値上がり上位のセクターは「金融(銀行除く)」、「医薬品」、「情報通信・サービス」となりました。

「金融」では東京海上HD(8766)が大規模な自社株買いを発表し、週初に株価が急騰した影響が見られます。他の損保株やノンバンクも堅調でした。バリュー株が総じて下落した2週間前の下げ分をほぼ取り戻しています。

「医薬品」では中外製薬(4519)、小野薬品工業(4528)、大塚HD(4578)の好業績銘柄の上昇が目立ちました。

同じく「情報通信・サービス」でもブレインバッド(3655)、ラクス(3923)、フューチャー(4722)などの小型のシステム会社が堅調です。いずれも好決算を発表したところから株価が大きく水準訂正を続けています。

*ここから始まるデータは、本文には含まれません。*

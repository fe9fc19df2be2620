#include "rigs/virtual-board/line_faults.hpp"

#include <string_view>

namespace halflsb::board {

void SpoiltDirection::append(const std::uint8_t* bytes, std::size_t count, std::vector<std::uint8_t>& to) {
    if (flip_every_ == 0 && drop_every_ == 0 && repeat_every_ == 0) {
        to.insert(to.end(), bytes, bytes + count);
        return;
    }
    for (const std::uint8_t* end = bytes + count; bytes != end; ++bytes) {
        ++passed_;
        if (drop_every_ != 0 && passed_ % drop_every_ == 0) continue;
        std::uint8_t byte = *bytes;
        if (flip_every_ != 0 && passed_ % flip_every_ == 0) {
            byte = static_cast<std::uint8_t>(byte ^ (1u << (flipped_++ % 8)));
        }
        to.push_back(byte);
        if (repeat_every_ != 0 && passed_ % repeat_every_ == 0) to.push_back(byte);
    }
}

bool FirstStream::has(const std::vector<std::uint8_t>& answer) {
    // docs/wire.md: answers outside the stream begin with a delimiter; then COBS puts one byte before the type.
    constexpr std::uint8_t started = 0x82, response = 0x90, done = 0x91, expect = 0x92;
    const std::size_t type_at = !answer.empty() && answer[0] == 0 ? 2 : 1;
    if (answer.size() <= type_at) return false;
    const std::uint8_t type = answer[type_at];
    if (type == started) {
        // The same START asked again has the same answer, and opens no other stream.
        if (started_.empty()) started_ = answer;
        is_over_ = is_over_ || answer != started_;
    }
    return !is_over_ && (type == response || type == done || type == expect);
}

std::vector<std::uint8_t> boot_message() {
    constexpr std::string_view text = "\r\nCW-7 load cell, loader 1.4\r\nself test ok\r\n";
    std::vector<std::uint8_t> message(text.begin(), text.end());
    for (int value : {0x00, 0xFF, 0x7E, 0x03, 0x90, 0x00, 0x05, 0x81, 0x11, 0x13}) {
        message.push_back(static_cast<std::uint8_t>(value));
    }
    return message;
}

}  // namespace halflsb::board
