/* Written by make.py: 50 Hz notch at 1200 Hz, quality 5 */
#ifndef BOARD_COEFFICIENTS_MAINS_NOTCH_H
#define BOARD_COEFFICIENTS_MAINS_NOTCH_H

#include "rigs/filters/biquad_q15.h"

#define MAINS_NOTCH_SECTIONS 1
static const struct biquad_q15_coefficients mains_notch_q15[MAINS_NOTCH_SECTIONS] = { /* Q14; a1, a2 negated */
    {15966, -30844, 15966, 30844, -15548}};

#endif
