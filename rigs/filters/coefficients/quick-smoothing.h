/* Written by make.py: 24-tap low-pass whose taps are not symmetric */
#ifndef BOARD_COEFFICIENTS_QUICK_SMOOTHING_H
#define BOARD_COEFFICIENTS_QUICK_SMOOTHING_H

#include <stdint.h>

#define QUICK_SMOOTHING_TAPS 24
static const int16_t quick_smoothing_taps[QUICK_SMOOTHING_TAPS] = { /* Q15 */
    6516, 8696, 8129, 6209, 3949, 1958, 506, -369, -763, -821,
    -689, -481, -274, -110, 0, 59, 78, 73, 56, 35,
    18, 5, -3, -7};

#endif
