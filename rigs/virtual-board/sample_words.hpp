// The words of a sample format of the kit (its number and layout, halflsb_kit.h) as the filters of this machine find
// them in memory: what a code is there, its ends, its middle. Faults work on codes and need no format of their own.
#pragma once

#include <cstddef>
#include <cstdint>
#include <string>

namespace halflsb::board {

/// A format byte of the kit: a number and a layout.
using Format = std::uint8_t;

/// "u12, left-justified"; right-justified and little-endian are not said.
std::string text_of(Format format);
std::size_t word_bytes(Format format);
/// Of the number itself: 12 for u12, 24 for i24, wherever they lie. 32 for f32.
int value_bits(Format format);
bool is_float(Format format);
/// The code of zero: the mid-code of u formats, else 0.
std::int32_t zero_code(Format format);
/// Whether the word has bits that the number does not need, so that it can be justified wrongly.
bool has_spare_bits(Format format);
/// The same number at the other end of its word.
Format other_justification(Format format);

/// A code is the number in the word: of u formats from 0, else signed; of f32 the bits. A right-justified word is taken
/// whole, with what its spare bits hold.
std::int32_t code_at(const void* words, std::size_t i, Format format);
void put_code(void* words, std::size_t i, Format format, std::int32_t code);

/// The code whose word has the bytes of this one in the opposite order.
std::int32_t bytes_swapped(Format format, std::int32_t code);
/// The code of the opposite value; of the lowest it is the highest.
std::int32_t inverted(Format format, std::int32_t code);

}  // namespace halflsb::board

反対に値下がりセクターの上位には「自動車・輸送機」、「商社・卸売」、「電力・ガス」が登場しました。

自動車各社は週初の円高への反転を機に、トヨタ自動車(7203)、スバル(7270)を中心として自動車株が軟調でした。ただし週末にかけてそれらの銘柄は、週初の下げ分をほとんど取り戻しています。

「商社・卸売」でも総合商社大手の下げが目立つ程度で、マクニカ(3132)、東京エレクトロンデバイス(2760)、丸文(7537)などの半導体商社は、引き続き高値更新まで買い進まれる銘柄が見られました。景気敏感株の一角はいずれも堅調に推移しています。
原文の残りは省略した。